Sin embargo, y más allá de ese espíritu construido hace 32 años, igualmente relevó esos guiños que reafirman la vigencia de una propuesta como la de los británicos en el Chile contemporáneo: “Es un disco que rompe el paradigma del britpop. Tiene un single como ‘Common People’, que se hace transversal no sólo para quienes lo pudimos escuchar en el año 95, sino que se empieza a asociar a movimientos sociales, y eso es muy loco“.
“Cuando fue el estallido social comenzaron a salir muchos memes políticos con la imagen de Jarvis Cocker y se le dio todo el sentido a la letra de ‘Common People’. Finalmente, son tópicos súper universales, a diferencia de lo que hacían sus pares en el 95, bandas como Blur u Oasis que tocaban cosas más locales. Creo que, al final, la historia le da la razón a ese disco. Porque justamente son temas que cruzan transversalmente a todas las sociedades, independiente del lugar del mundo donde estés”, reflexionó Núñez.
“Eso marca la diferencia en la composición de Jarvis Cocker frente a sus pares, como Damon Albarn, Brett Anderson o el mismo Morrissey, porque apunta a una fibra social que nos toca en todas partes del mundo”, agregó.
Lo anterior, con un componente probadamente intergeneracional. “La nostalgia lo que nos lleva a los lugares donde fuimos felices. Y que Oasis tenga un sold out tan rápido en nuestro país o que la curaduría de un festival como Fauna Primavera traiga a bandas como Pulp, a Blur o Weezer, tiene que ver justamente con eso: con tocarle la fibra a la persona de 40 años con la música y con esos lugares donde fuimos felices. Pero no se queda solo en eso porque hay una nueva generación redescubriendo estos discos. Hay una conexión súper bacán con la nueva generación”, observó, apelando a las propias experiencias vividas en diversas fiestas de Blondie, que celebrará los 30 años de “Different Class” con una fiesta agendada para el viernes 18 de octubre.

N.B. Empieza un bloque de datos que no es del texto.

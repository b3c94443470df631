use crate::error::Error;

/// What separates whole from fraction.
#[derive(Debug, Clone, Copy, PartialEq, Eq)]
pub enum DecimalMark {
    /// `0.5`
    Point,
    /// `0,5`
    Comma,
}

impl DecimalMark {
    /// The character.
    #[must_use]
    pub fn char(self) -> char {
        match self {
            Self::Point => '.',
            Self::Comma => ',',
        }
    }

    /// The character that may group thousands beside it.
    pub(super) fn grouping(self) -> char {
        match self {
            Self::Point => ',',
            Self::Comma => '.',
        }
    }
}

/// A number as printed.
#[derive(Debug, Clone, Copy, PartialEq)]
pub struct PrintedNumber {
    /// The nearest double.
    pub value: f64,
    /// The uncertainty printed with it: `0.123(4)`, `0.123 ± 0.004`.
    pub sigma: Option<f64>,
    /// The last printed digit stands for `10^-decimals`.
    pub decimals: i32,
    /// Whether it was written with an exponent.
    pub has_exponent: bool,
    /// Whether it is not zero as printed but as a double.
    pub underflows: bool,
}

/// Why a token is no number.
#[derive(Debug, Clone, PartialEq, Eq)]
pub struct NumberProblem {
    /// Stable.
    pub code: &'static str,
    /// What follows "'0,5.2' " in a sentence.
    pub what: &'static str,
}

impl NumberProblem {
    pub(super) const NOT_A_NUMBER: Self = Self {
        code: "bad-number",
        what: "is not a number",
    };

    pub(super) const EMPTY: Self = Self {
        code: "empty-cell",
        what: "is empty",
    };

    /// As an error about `token`.
    pub(super) fn error(&self, token: &str) -> Error {
        let shown: String = token.chars().take(24).collect();
        let more = if token.chars().count() > 24 {
            "…"
        } else {
            ""
        };
        Error::new(self.code, format!("'{shown}{more}' {}.", self.what))
    }
}

/// Reads one number: sign, digits, decimal mark, exponent with e, E, d or D, perhaps
/// with its uncertainty behind it: `(4)` in units of the last digit, `(0.004)` and
/// `±0.004` in full. The value is the double nearest to what is written. `grouped` also
/// takes thousands in threes, such as `1,234.5` beside a decimal point.
///
/// # Errors
/// What is wrong with it. Hexadecimal, `1_000`, complex, infinite numbers and words
/// are refused.
pub fn parse_number(
    token: &str,
    decimal: DecimalMark,
    grouped: bool,
) -> Result<PrintedNumber, NumberProblem> {
    parse_scaled(token, decimal, grouped, 0)
}

/// The same times `10^power`, still exact: the exponent is shifted, not the double
/// multiplied.
pub(super) fn parse_scaled(
    token: &str,
    decimal: DecimalMark,
    grouped: bool,
    power: i32,
) -> Result<PrintedNumber, NumberProblem> {
    let refuse = || problem(token, decimal);
    if let Some((value, sigma)) = token.split_once('\u{b1}') {
        let digits =
            |text: &str| text.starts_with(|c: char| c.is_ascii_digit() || c == decimal.char());
        let sigma = Some(sigma)
            .filter(|sigma| digits(sigma))
            .and_then(|sigma| parts(sigma, decimal, grouped))
            .ok_or_else(refuse)?;
        let number = parts(value, decimal, grouped)
            .ok_or_else(refuse)?
            .number(power)?;
        return Ok(PrintedNumber {
            sigma: Some(sigma.number(power)?.value),
            ..number
        });
    }
    let Some((mantissa, rest)) = token.split_once('(') else {
        return parts(token, decimal, grouped)
            .ok_or_else(refuse)?
            .number(power);
    };
    let (sigma, exponent) = rest.split_once(')').ok_or_else(refuse)?;
    let number = parts(&format!("{mantissa}{exponent}"), decimal, grouped)
        .filter(|number| {
            mantissa.ends_with(|c: char| c.is_ascii_digit()) && number.sigma_fits(exponent)
        })
        .ok_or_else(refuse)?;
    let sigma = parts(sigma, decimal, false)
        .filter(|sigma| !sigma.negative && sigma.exponent.is_none())
        .ok_or_else(refuse)?;
    // Digits alone count in the last place of the value.
    let last_place = if sigma.has_mark {
        0
    } else {
        i32::try_from(number.fraction.len()).map_err(|_| refuse())?
    };
    let shift = number
        .power()
        .saturating_sub(last_place)
        .saturating_add(power);
    Ok(PrintedNumber {
        sigma: Some(sigma.number(shift)?.value),
        ..number.number(power)?
    })
}

/// The pieces of a number in decimal digits.
struct Parts {
    negative: bool,
    whole: String,
    fraction: String,
    has_mark: bool,
    /// With its sign.
    exponent: Option<String>,
}

/// `None` where something else stands among them.
fn parts(token: &str, decimal: DecimalMark, grouped: bool) -> Option<Parts> {
    let unsigned = token.strip_prefix(['-', '+']).unwrap_or(token);
    let (mantissa, exponent) = match unsigned.find(['e', 'E', 'd', 'D']) {
        Some(at) => (&unsigned[..at], Some(unsigned[at + 1..].to_owned())),
        None => (unsigned, None),
    };
    let (whole, fraction) = mantissa
        .split_once(decimal.char())
        .unwrap_or((mantissa, ""));
    let mark = [decimal.grouping(), ' ', '\'']
        .into_iter()
        .find(|&mark| whole.contains(mark));
    let whole = match mark {
        Some(mark) if grouped && exponent.is_none() => ungrouped(whole, mark)?,
        _ => whole.to_owned(),
    };
    let digits = |text: &str| text.bytes().all(|byte| byte.is_ascii_digit());
    let good_exponent = exponent.as_ref().is_none_or(|exponent| {
        let magnitude = exponent.strip_prefix(['-', '+']).unwrap_or(exponent);
        !magnitude.is_empty() && digits(magnitude)
    });
    (digits(&whole) && digits(fraction) && whole.len() + fraction.len() > 0 && good_exponent).then(
        || Parts {
            negative: token.starts_with('-'),
            whole,
            fraction: fraction.to_owned(),
            has_mark: mantissa.contains(decimal.char()),
            exponent,
        },
    )
}

impl Parts {
    /// Beyond a hundred thousand every double is zero or infinite.
    fn power(&self) -> i32 {
        let exponent = self.exponent.as_deref().unwrap_or("0");
        exponent.parse().unwrap_or(if exponent.starts_with('-') {
            -99_999
        } else {
            99_999
        })
    }

    /// Whether what stood behind the uncertainty is the exponent, all of it.
    fn sigma_fits(&self, behind: &str) -> bool {
        self.exponent
            .as_ref()
            .map_or(0, |exponent| exponent.len() + 1)
            == behind.len()
    }

    fn number(&self, shift: i32) -> Result<PrintedNumber, NumberProblem> {
        let power = self.power().saturating_add(shift);
        let sign = if self.negative { "-" } else { "" };
        // Digits and an exponent alone: the standard library reads all of them.
        let value: f64 = format!("{sign}{}.{}e{power}", self.whole, self.fraction)
            .parse()
            .map_err(|_| NumberProblem::NOT_A_NUMBER)?;
        if !value.is_finite() {
            return Err(NumberProblem {
                code: "number-too-large",
                what: "is larger than a double can hold",
            });
        }
        let nonzero = self
            .whole
            .bytes()
            .chain(self.fraction.bytes())
            .any(|digit| digit != b'0');
        Ok(PrintedNumber {
            value,
            sigma: None,
            decimals: i32::try_from(self.fraction.len())
                .unwrap_or(i32::MAX / 2)
                .saturating_sub(power),
            has_exponent: self.exponent.is_some(),
            underflows: value == 0.0 && nonzero,
        })
    }
}

/// `1,234,567` without its marks. A group never begins with a zero alone: `0,123` is
/// not a grouped number.
fn ungrouped(whole: &str, mark: char) -> Option<String> {
    let mut groups = whole.split(mark);
    let first = groups.next()?;
    let good_first = (1..=3).contains(&first.len()) && !first.starts_with('0');
    (good_first && groups.all(|group| group.len() == 3)).then(|| whole.replace(mark, ""))
}

fn problem(token: &str, decimal: DecimalMark) -> NumberProblem {
    let lower = token.trim_start_matches(['-', '+']).to_ascii_lowercase();
    let marks = token.chars().filter(|&c| c == '.' || c == ',').count();
    let begins_like_a_number = lower.starts_with(|c: char| c.is_ascii_digit() || c == '.');
    let (code, what) = if token.is_empty() {
        ("empty-cell", "is empty")
    } else if matches!(
        lower.as_str(),
        "nan" | "inf" | "infinity" | "none" | "null" | "na" | "n/a"
    ) {
        ("not-finite", "is not a finite number")
    } else if lower.starts_with("0x") {
        ("bad-number", "is hexadecimal")
    } else if begins_like_a_number && lower.contains('_') {
        ("bad-number", "has an underscore")
    } else if begins_like_a_number && lower.ends_with(['i', 'j']) {
        (
            "complex-number",
            "is complex, and Mueller elements are real",
        )
    } else if begins_like_a_number && (lower.contains('\u{b1}') || lower.contains('(')) {
        (
            "bad-number",
            "carries an uncertainty that is not like 0.123(4) or 0.123 ± 0.004",
        )
    } else if begins_like_a_number && marks > 1 {
        ("bad-number", "has two decimal marks")
    } else if begins_like_a_number && marks == 1 && !token.contains(decimal.char()) {
        (
            "bad-number",
            match decimal {
                DecimalMark::Point => "has a decimal comma among decimal points",
                DecimalMark::Comma => "has a decimal point among decimal commas",
            },
        )
    } else {
        ("bad-number", "is not a number")
    };
    NumberProblem { code, what }
}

Afiche de la fiesta por los 30 años del disco “Different Class” en la discoteca Blondie.
Todo, en un debate que para el músico de Columpios al Suelo alza a “Common People” —la canción que mejor condensa el espíritu de este disco— como el mayor himno de la generación noventera. “Es, quizás, el hit más importante de los 90. Con el permiso de ‘Smells Like Teen Spirit’, creo que es el tema más grande de toda esa era, de toda esa generación, y finalmente el tema más importante de Pulp, le guste a quien le guste. Es aún más grande que sus autores. Quizás tampoco es mi canción favorita, pero sin duda que encierra una verdad, algo que nadie lo dijo de mejor manera que como lo dijo Jarvis”.

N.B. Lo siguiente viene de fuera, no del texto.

//! Matrices and tables as text for other programs, at full precision: the shortest
//! decimals that read back to the same bits.

use std::collections::BTreeMap;
use std::fmt::Write;

use crate::error::{Error, Result};

/// The schema of the JSON form.
const SCHEMA: u32 = 1;
const MOST_VALUES: usize = 1_000_000;

/// What a program on the other side reads.
#[derive(Debug, Clone, Copy, PartialEq, Eq)]
pub enum OutputForm {
    /// Fields between tabs, as spreadsheets paste them.
    Tsv,
    /// RFC 4180, decimal points between commas.
    Csv,
    /// The same with decimal commas between semicolons.
    CsvEuropean,
    /// RFC 8259.
    Json,
    /// `pmatrix` and `tabular` environments.
    Latex,
    /// NumPy arrays and lists.
    Python,
    /// Matrices in brackets.
    Matlab,
}

/// A matrix with its name.
#[derive(Debug, Clone, PartialEq)]
pub struct NamedMatrix {
    /// What it is.
    pub name: String,
    /// Of its elements.
    pub unit: Option<String>,
    /// Row by row.
    pub mueller: [f64; 16],
    /// Standard uncertainties, row by row. Left out of TSV, CSV and LaTeX.
    pub sigma: Option<[f64; 16]>,
}

/// A cell of a table.
#[derive(Debug, Clone, PartialEq)]
pub enum Entry {
    /// A number.
    Number(f64),
    /// Text.
    Text(String),
    /// Not determined.
    Nothing,
}

/// A column of a table.
#[derive(Debug, Clone, PartialEq)]
pub struct Column {
    /// What it is.
    pub name: String,
    /// Of its numbers.
    pub unit: Option<String>,
    /// As many as in the other columns.
    pub values: Vec<Entry>,
}

/// A table with its name.
#[derive(Debug, Clone, PartialEq)]
pub struct NamedTable {
    /// What it is.
    pub name: String,
    /// From left to right.
    pub columns: Vec<Column>,
}

/// What is to leave.
#[derive(Debug, Clone, PartialEq, Default)]
pub struct Content {
    /// For all of it.
    pub title: String,
    /// What it stands on.
    pub notes: Vec<String>,
    /// Matrices.
    pub matrices: Vec<NamedMatrix>,
    /// Tables.
    pub tables: Vec<NamedTable>,
}

/// Writes matrices and tables. All forms but CSV with `;` are ASCII in their numbers.
///
/// # Errors
/// `bad-request` where there is nothing to write or columns differ in length,
/// `not-finite`, `too-large`.
pub fn export_text(form: OutputForm, content: &Content) -> Result<String> {
    check(content)?;
    Ok(match form {
        OutputForm::Tsv => Delimited {
            between: "\t",
            comma: false,
            end: "\n",
        }
        .write(content),
        OutputForm::Csv => Delimited {
            between: ",",
            comma: false,
            end: "\r\n",
        }
        .write(content),
        OutputForm::CsvEuropean => Delimited {
            between: ";",
            comma: true,
            end: "\r\n",
        }
        .write(content),
        OutputForm::Json => json(content),
        OutputForm::Latex => latex(content),
        OutputForm::Python => program(content, &PYTHON),
        OutputForm::Matlab => program(content, &MATLAB),
    })
}

fn check(content: &Content) -> Result<()> {
    let refuse =
        |code, sentence: &str, field: String| Err(Error::new(code, sentence).at_field(field));
    if content.matrices.is_empty() && content.tables.is_empty() {
        return refuse(
            "bad-request",
            "There is nothing to write.",
            "matrices".to_owned(),
        );
    }
    let mut values = 0;
    for (k, matrix) in content.matrices.iter().enumerate() {
        values += if matrix.sigma.is_some() { 32 } else { 16 };
        if matrix
            .mueller
            .iter()
            .chain(matrix.sigma.iter().flatten())
            .any(|x| !x.is_finite())
        {
            return refuse(
                "not-finite",
                "This is not a finite number.",
                format!("matrices[{k}]"),
            );
        }
    }
    for (k, table) in content.tables.iter().enumerate() {
        let length = table
            .columns
            .first()
            .map_or(0, |column| column.values.len());
        for (i, column) in table.columns.iter().enumerate() {
            let field = format!("tables[{k}].columns[{i}].values");
            values += length;
            if column.values.len() != length {
                return refuse(
                    "bad-request",
                    "The columns of a table have different lengths.",
                    field,
                );
            }
            if column
                .values
                .iter()
                .any(|entry| matches!(entry, Entry::Number(x) if !x.is_finite()))
            {
                return refuse("not-finite", "This is not a finite number.", field);
            }
        }
        if table.columns.is_empty() {
            return refuse(
                "bad-request",
                "This table has no columns.",
                format!("tables[{k}]"),
            );
        }
    }
    if values > MOST_VALUES {
        return refuse(
            "too-large",
            "This is more than a million numbers.",
            "matrices".to_owned(),
        );
    }
    Ok(())
}

/// The shortest decimal that reads back to the same bits.
fn number(value: f64) -> String {
    let size = value.abs();
    if size != 0.0 && !(1e-5..1e16).contains(&size) {
        format!("{value:e}")
    } else {
        format!("{value}")
    }
}

/// The same as a number that programs do not take for an integer: they lose the sign of
/// zero.
fn float(value: f64) -> String {
    let text = number(value);
    if text.contains(['.', 'e']) {
        text
    } else {
        format!("{text}.0")
    }
}

/// Text in one line, without control characters and those that turn the direction of
/// writing.
fn line(text: &str) -> String {
    text.chars()
        .map(|c| if c.is_whitespace() { ' ' } else { c })
        .filter(|c| !c.is_control() && !matches!(c, '\u{61c}' | '\u{200e}' | '\u{200f}' | '\u{202a}'..='\u{202e}' | '\u{2066}'..='\u{2069}'))
        .collect()
}

fn with_unit(name: &str, unit: Option<&String>) -> String {
    unit.filter(|unit| !unit.is_empty())
        .map_or_else(|| line(name), |unit| line(&format!("{name} ({unit})")))
}

/// The lines that go before everything.
fn remarks(content: &Content) -> impl Iterator<Item = String> {
    std::iter::once(&content.title)
        .filter(|title| !title.is_empty())
        .chain(&content.notes)
        .map(|text| line(text))
}

/// The entries of a row of a table.
fn row(table: &NamedTable, k: usize) -> impl Iterator<Item = &Entry> {
    table
        .columns
        .iter()
        .filter_map(move |column| column.values.get(k))
}

fn length(table: &NamedTable) -> usize {
    table
        .columns
        .first()
        .map_or(0, |column| column.values.len())
}

/// Spreadsheets: TSV and the two dialects of CSV.
struct Delimited {
    between: &'static str,
    comma: bool,
    end: &'static str,
}

impl Delimited {
    fn write(&self, content: &Content) -> String {
        let mut out = String::new();
        for remark in remarks(content) {
            self.remark(&mut out, &remark);
        }
        for matrix in &content.matrices {
            self.remark(&mut out, &with_unit(&matrix.name, matrix.unit.as_ref()));
            for numbers in matrix.mueller.chunks(4) {
                self.row(&mut out, numbers.iter().map(|&x| self.number(x)));
            }
        }
        for table in &content.tables {
            self.remark(&mut out, &line(&table.name));
            self.row(
                &mut out,
                table
                    .columns
                    .iter()
                    .map(|column| self.text(&with_unit(&column.name, column.unit.as_ref()))),
            );
            for k in 0..length(table) {
                self.row(
                    &mut out,
                    row(table, k).map(|entry| match entry {
                        Entry::Number(x) => self.number(*x),
                        Entry::Text(text) => self.text(text),
                        Entry::Nothing => String::new(),
                    }),
                );
            }
        }
        out
    }

    fn remark(&self, out: &mut String, text: &str) {
        // One field, so that no program takes a remark for numbers.
        let text = format!("# {text}");
        let quoted = text.contains([',', ';', '"']) && self.between != "\t";
        out.push_str(&if quoted { self.quoted(&text) } else { text });
        out.push_str(self.end);
    }

    fn row(&self, out: &mut String, fields: impl Iterator<Item = String>) {
        let fields: Vec<String> = fields.collect();
        let row = fields.join(self.between);
        // A blank line is no row.
        out.push_str(if row.is_empty() { "\"\"" } else { &row });
        out.push_str(self.end);
    }

    fn number(&self, value: f64) -> String {
        let text = number(value);
        if self.comma {
            text.replace('.', ",")
        } else {
            text
        }
    }

    /// A spreadsheet would calculate what begins like a formula (OWASP, CSV injection).
    fn text(&self, text: &str) -> String {
        let text = line(text);
        let text = if text.trim_start().starts_with(['=', '+', '-', '@']) {
            format!("'{text}")
        } else {
            text
        };
        if self.between != "\t" && text.contains([',', ';', '"']) {
            self.quoted(&text)
        } else {
            text
        }
    }

    fn quoted(&self, text: &str) -> String {
        format!("\"{}\"", text.replace('"', "\"\""))
    }
}

fn json(content: &Content) -> String {
    let text = |text: &str| {
        // Control characters are gone by now.
        let escaped = line(text).replace('\\', "\\\\").replace('"', "\\\"");
        format!("\"{escaped}\"")
    };
    let list = |items: Vec<String>| format!("[{}]", items.join(", "));
    let matrix = |elements: &[f64; 16]| {
        list(
            elements
                .chunks(4)
                .map(|row| list(row.iter().map(|&x| float(x)).collect()))
                .collect(),
        )
    };
    let unit = |unit: &Option<String>| unit.as_deref().map_or("null".to_owned(), text);
    let matrices: Vec<String> = content
        .matrices
        .iter()
        .map(|one| {
            format!(
                "{{\"name\": {}, \"unit\": {}, \"mueller\": {}, \"sigma\": {}}}",
                text(&one.name),
                unit(&one.unit),
                matrix(&one.mueller),
                one.sigma.as_ref().map_or("null".to_owned(), matrix)
            )
        })
        .collect();
    let entry = |entry: &Entry| match entry {
        Entry::Number(x) => float(*x),
        Entry::Text(words) => text(words),
        Entry::Nothing => "null".to_owned(),
    };
    let tables: Vec<String> = content
        .tables
        .iter()
        .map(|table| {
            let columns: Vec<String> = table
                .columns
                .iter()
                .map(|column| {
                    format!(
                        "{{\"name\": {}, \"unit\": {}, \"values\": {}}}",
                        text(&column.name),
                        unit(&column.unit),
                        list(column.values.iter().map(entry).collect())
                    )
                })
                .collect();
            format!(
                "{{\"name\": {}, \"columns\": [\n{}\n]}}",
                text(&table.name),
                columns.join(",\n")
            )
        })
        .collect();
    format!(
        "{{\n\"schema\": {SCHEMA},\n\"app\": \"{}\",\n\"title\": {},\n\"notes\": {},\n\"matrices\": [\n{}\n],\n\"tables\": [\n{}\n]\n}}\n",
        env!("CARGO_PKG_VERSION"),
        text(&content.title),
        list(content.notes.iter().map(|note| text(note)).collect()),
        matrices.join(",\n"),
        tables.join(",\n")
    )
}

fn latex(content: &Content) -> String {
    let mut out = String::new();
    for remark in remarks(content) {
        let _ = writeln!(out, "% {remark}");
    }
    for matrix in &content.matrices {
        let rows: Vec<String> = matrix
            .mueller
            .chunks(4)
            .map(|row| {
                row.iter()
                    .map(|&x| typeset(x))
                    .collect::<Vec<_>>()
                    .join(" & ")
            })
            .collect();
        let _ = writeln!(
            out,
            "% {}\n\\begin{{pmatrix}}\n{} \\\\\n\\end{{pmatrix}}",
            with_unit(&matrix.name, matrix.unit.as_ref()),
            rows.join(" \\\\\n")
        );
    }
    for table in &content.tables {
        let heads: Vec<String> = table
            .columns
            .iter()
            .map(|column| cell(&with_unit(&column.name, column.unit.as_ref())))
            .collect();
        let _ = writeln!(
            out,
            "% {}\n\\begin{{tabular}}{{{}}}\n{} \\\\\n\\hline",
            line(&table.name),
            "l".repeat(table.columns.len()),
            heads.join(" & ")
        );
        for k in 0..length(table) {
            let cells: Vec<String> = row(table, k)
                .map(|entry| match entry {
                    Entry::Number(x) => format!("${}$", typeset(*x)),
                    Entry::Text(text) => cell(&line(text)),
                    Entry::Nothing => "--".to_owned(),
                })
                .collect();
            let _ = writeln!(out, "{} \\\\", cells.join(" & "));
        }
        out.push_str("\\end{tabular}\n");
    }
    out
}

“Acá, en Chile, incluso el ‘Common People’ lo he visto mucho últimamente como un objeto medio ñuñoíno, de decir ‘yo también soy pueblo’, y que es parte de las trampas de estos tiempos. Cómo tu mensaje, de pronto, lo ves súper tergiversado en un carrete zorrón en Vitacura. Pero para otra tanta cantidad de personas es un himno absolutamente identitario y parte de un grito de insolencia que tenemos los que no estamos arriba. En ese sentido, Jarvis lo cantó bien porque tampoco era un ‘pobre cool’ como Oasis, que quizás eran más rudos y no les podías decir nada porque te agarraban a combos. Jarvis era un hueón flaco, chico, de Sheffield, que, a diferencia de Manchester, no tiene ningún glamour”, apuntó Órdenes.

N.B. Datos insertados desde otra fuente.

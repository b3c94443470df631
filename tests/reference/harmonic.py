"""Second harmonic of partially polarized light: reference cases, from the definitions in NumPy.

Usage:  python harmonic.py          write harmonic.json
        python harmonic.py --check  compute all again from the committed inputs and compare

Everything is an explicit sum over fields: a light is a list of (weight, field), its coherency of
two photons the weighted sum of the products of four amplitudes. Gaussian fields are
Gauss-Hermite nodes in the four real amplitudes and scrambled ones nodes on the group of
retarders, both exact for fourth moments, so that neither the moment theorem of Gaussian fields nor
Schur's lemma enters. Diffusion is the exponential of its generator. Closed forms (the nine
elements from the moments, the multipole factors, the scan of a fibre) and printed numbers are
asserted against these sums (`harmonic_claims.py`) and are not what is stored.

Kind of all values: recomputed. The formulas: nine elements and 4×9 matrix after Samim, Krouglov &
Barzda 2015 (from memory, derived again); multipoles, laws of depolarization and bounds derived.
"""

import itertools
import json
import sys
from pathlib import Path

import numpy as np

from elements import PAULI, diagonal_depolarizer, elliptical_diattenuator, elliptical_retarder, linear_retarder, of_jones

FILE = Path(__file__).resolve().parent / "harmonic.json"
ALLOWED = 1e-12

ABOUT = {
    "convention": "E = (E_H, E_V), H = x, V = y; Pauli matrices in Stokes order, s_a = E+ sigma_a E, so s3 = 2 Im(E_H* E_V): the same S3 "
                  "as the canonical convention of the engine (exp(+iwt), angles counter-clockwise from x facing the source, S3 > 0 "
                  "clockwise facing the source), so no sign changes between the two. The other sign of S3 turns elements 7, 8, 9 "
                  "of the nine, those columns of a 4x9 matrix, and its last row. Angles in radians.",
    "complex": "a complex array is a list of [re, im], row by row",
    "state": "[azimuth, ellipticity] of pure light with s0 = 1: E = R(azimuth) (cos e, i sin e); stokes is the same state",
    "tensor": "2x3, row i = (chi_i11, chi_i22, chi_i12); P_i = chi_i11 E1 E1 + chi_i22 E2 E2 + chi_i12 (2 E1 E2)",
    "nine": "S_A = Tr(lambda_A <Psi Psi+>), Psi = (E1 E1, E2 E2, 2 E1 E2), lambda: sqrt(2/3) 1, diag(1,1,-2)/sqrt 3, diag(-1,1,0), "
            "real off-diagonals (12), (13), (23), then -i|j><k| + i|k><j| for (12), (13), (23)",
    "matrix": "4x9, row by row: M_aB = 1/2 Tr(sigma_a d lambda_B d+), Stokes vector of the harmonic s' = M S",
    "susceptibilityCoherency": "6x6, X = sum of weight vec(d) vec(d)+, vec row by row; eigenvalues ascending; purity^2 = (6 Tr X^2 / (Tr X)^2 - 1)/5",
    "coherency": "3x3, <psi psi+>, psi = (E_H^2, sqrt 2 E_H E_V, E_V^2); moments: 4x4, <s_a s_b>",
    "fibre": "R = chi_zzz/chi_zxx and K = chi_xxz/chi_zxx (complex: [re, im]), amplitude chi_zxx; axis counter-clockwise from H in the plane, tilt out of it",
    "lights": "pure: state; gaussian: Stokes vector of a zero-mean circular Gaussian field; coherentGaussian: state times the root of intensity, plus a zero-mean "
              "circular Gaussian field with Stokes vector diffuse; scrambled: constant intensity, uniform on the sphere; mixture: weights and states",
    "laws": "what the path before the sample does to pure light of linear Mueller matrix diag(1,a,a,a): none; haar: untouched with probability a, else scrambled; "
            "diffusion: many weak random retarders; gaussian: zero-mean Gaussian field; coherentGaussian: share a of the intensity untouched, the rest unpolarized "
            "Gaussian light; factors: multipole factors q0, q1, q2 themselves; mixture: Jones matrices with weights; gaussianPath: zero-mean Gaussian field "
            "behind the Mueller matrix given (16)",
    "multipoles": "factors: q of L = 0, 1, 2; weights: sum of |c_LM|^2 for each L, before and after, in an orthonormal basis",
    "scan": "intensities row by row, one row for each state in: I = 1/2 (1, analyser) . collection . s(d rho d+); analysers are states too; collection: 4x4; "
            "stokesOut: behind the collection, before the analyser",
    "sets": "singular values, rank and condition number of the N x 9 matrix of pure states with the Stokes vectors given, in any orthonormal basis "
            "(Tr T_A T_B = delta) of Hermitian 3x3 matrices; gellMannCondition: with the nine elements above instead. null where the rank is below 9",
    "tolerances": "1e-12, relative to the largest number of an array; eigenvalues and singular values to the largest one; condition numbers 1e-10",
}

Por último, el artista también destacó a Pulp “como el ejemplo de persistencia, de esa popularidad absoluta tan tardía. Me imagino que si a Jarvis alguien le decía ‘con este siguiente disco la vas a romper, vas a ser Dios’, el hueón se iba a reír, por más de que tuviera confianza en sí mismo. Y cuántas veces dieron bote. En ese sentido, qué apropiado que ‘Common People’ la cantaran ellos. Finalmente, es una banda muy entrañable, que por ahí no lo tienen tanto el resto de las bandas porque siento que es más real en el caso de Pulp”.